Optional use of nasogastric suction and stress gastritis prophylaxis Bowel-spectrum antibiotics for 1-2 days Deep vein thrombosis (DVT) prophylaxis - Includes serial compression devices, subcutaneous unfractionated heparin, or low molecular weight heparin Incentive spirometry and chest physiotherapy Removal of Jackson-Pratt drains when less than 150 mL per day accumulates

Common complications include ileus, atelectasis, DVT, and wound infection. Less common complications include rectal injury, ureteroileal anastomotic leaks, and bowel obstruction.

Nursing Care
Potential long-term sequela and complications for these surgically unique patients do not differ based on approach, robotic versus open. There are several potential complications and issues as a result of cystectomy with urinary diversion. The potential of ureteral anastomosis stricture, urethral stricture (with neobladder), and reservoir rupture (neobladder or Indiana pouch) are rare but must be discussed pre-operatively and taken into account as patient and surgeon discuss options for urinary diversion (personal communication, D. Theodorescu, May 2005). Metabolic complications are monitored with regular lab work and are managed with medications as appropriate. If the patient is undergoing surgery for cancer, the potential for recurrence must be monitored vigilantly. Ideally, this should be by the urologist who performed the surgery for continuity. In continence, as a result of a failed pouch sphincter or neobladder sphincter, can be an outcome that is frustrating for patients and caregivers. Often incontinence can be addressed surgically but must be evaluated carefully. If the incontinence arises in the face of an intact sphincter with poor pouch emptying, then the urologist may implement a regimen of clean intermittent catheterization to allow for consistent reservoir decompression and hopefully return of reservoir tone (personal communication, D. Theodorescu, May 2005). Sexuality for both men and women is often affected with cystectomy surgery.
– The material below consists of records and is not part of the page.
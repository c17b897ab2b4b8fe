"""Packaging: every package listed in pyproject.toml, package data found, README set-up = .ci/run."""
from __future__ import annotations

import re
import tomllib
from importlib.resources import files
from pathlib import Path


ROOT = Path(__file__).resolve().parents[1]
PYPROJECT = tomllib.loads((ROOT / "pyproject.toml").read_text(encoding="utf-8"))


def test_every_package_directory_is_listed():
    listed = set(PYPROJECT["tool"]["setuptools"]["packages"])
    found = {".".join(p.parent.relative_to(ROOT).parts) for pkg in ("thermo", "lapdata")
             for p in (ROOT / pkg).rglob("__init__.py")}
    assert {"thermo", "lapdata"} <= found
    assert sorted(found - listed) == []
    assert "brakeheat_scenarios" in listed
    assert PYPROJECT["tool"]["setuptools"]["package-dir"]["brakeheat_scenarios"] == "scenarios"
    assert (ROOT / "scenarios" / "__init__.py").is_file()


def test_package_data_found_through_importlib_resources():
    materials = files("thermo.materials") / "materials.toml"
    assert "[grey_cast_iron]" in materials.read_text(encoding="utf-8")
    demo = files("brakeheat_scenarios")
    for name in ("demo.toml", "demo_circuit.toml", "demo_lap.csv"):
        assert (demo / name).is_file(), name
    assert "[[segments]]" in (demo / "demo_circuit.toml").read_text(encoding="utf-8")
    patterns = PYPROJECT["tool"]["setuptools"]["package-data"]["*"]
    assert "*.toml" in patterns and "*.csv" in patterns


def readme_setup_commands() -> list[str]:
    text = (ROOT / "README.md").read_text(encoding="utf-8")
    section = text.split("## Set-up", 1)[1].split("\n## ", 1)[0]
    return [line.strip() for line in section.splitlines() if line.startswith("    ") and line.strip()]


def ci_commands() -> list[str]:
    lines = (ROOT / ".ci" / "run").read_text(encoding="utf-8").splitlines()
    return [line.strip() for line in lines if line.strip() and not line.lstrip().startswith("#")]


def test_readme_has_two_setup_commands():
    commands = readme_setup_commands()
    assert len(commands) == 2
    assert commands[0].endswith("pip install . && brakeheat demo")
    assert commands[1].endswith('pip install ".[test,cluster]" && ruff check . && pytest')   # lint, then tests and doctests


def test_ci_runs_readmes_test_command_word_for_word():
    commands, ci = readme_setup_commands(), ci_commands()
    assert commands[1] in ci, ci                                # the test set-up command, as written
    assert ci[-1] == commands[1]                                # and it is what CI ends with
    # README's first command (install and run the demo) is what a user types; CI runs the same
    # install without ".[test]" nowhere else, so only the venv part must match word for word
    venv = re.match(r"(python3 -m venv \.venv && \. \.venv/bin/activate) && ", commands[0])
    assert venv and ci[-1].startswith(venv.group(1))


def test_import_thermo_is_ours():
    # an unrelated PyPI package is also called 'thermo' (README "Set-up"): ours has the version and caution
    import thermo
    assert thermo.__version__ == PYPROJECT["project"]["version"]
    assert thermo.CAUTION.startswith("CAUTION:")
    assert Path(thermo.__file__).resolve().is_relative_to(ROOT)
    assert PYPROJECT["project"]["scripts"]["brakeheat"] == "thermo.cli.main:command"      # main, in a process of its own
    from thermo.cli.main import command, main
    assert callable(command) and callable(main)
For women, it can affect sexual function since usually the uterus and ovaries are removed with cystectomy. This may lead to menopausal symptoms such as hot flashes or vaginal dryness. If part of the vagina is removed during surgery, then sexual intercourse may be difficult. For men, surgery may damage the nerves that control erections resulting in erectile dysfunction. Fortunately, there are treatments available to address these problems. Patients should be encouraged to discuss their feelings and explore available options with their health care providers. Skin issues are rare but bothersome for patients with an ileal conduit, ileocecal, or Indiana pouch. With the ileal conduit, pouch changes can lead to skin excoriation and tears. Education about proper skin care regimens is important pre and postoperatively, and on return clinic visits. This is

often done by the nurse practitioner or WOC nurse. Since the ileocecal pouch may produce a small amount of mucous at the exit site, a small adhesive bandage or gauze dressing can be placed over the stoma to prevent leakage on clothing. Many patients use mineral oil to keep the stoma moist between catheterizations. Signs and symptoms of urinary tract infection should be taught to patients and caregivers. These are rare but can occur. Fevers and flank pain can be signs of pyelonephritis or pouchitis. Abdominal pain can indicate a sign of infection that may or may not be localized to the urinary reservoir. Urine collected for laboratory assessment will have bacterial colonization due to the use of bowel for reservoir construction. If urine is needed, a double catheterization method can be used to secure a more accurate upstream specimen that can have culture and sensitivity evaluated. Treatment should be guided by culture and sensitivity results.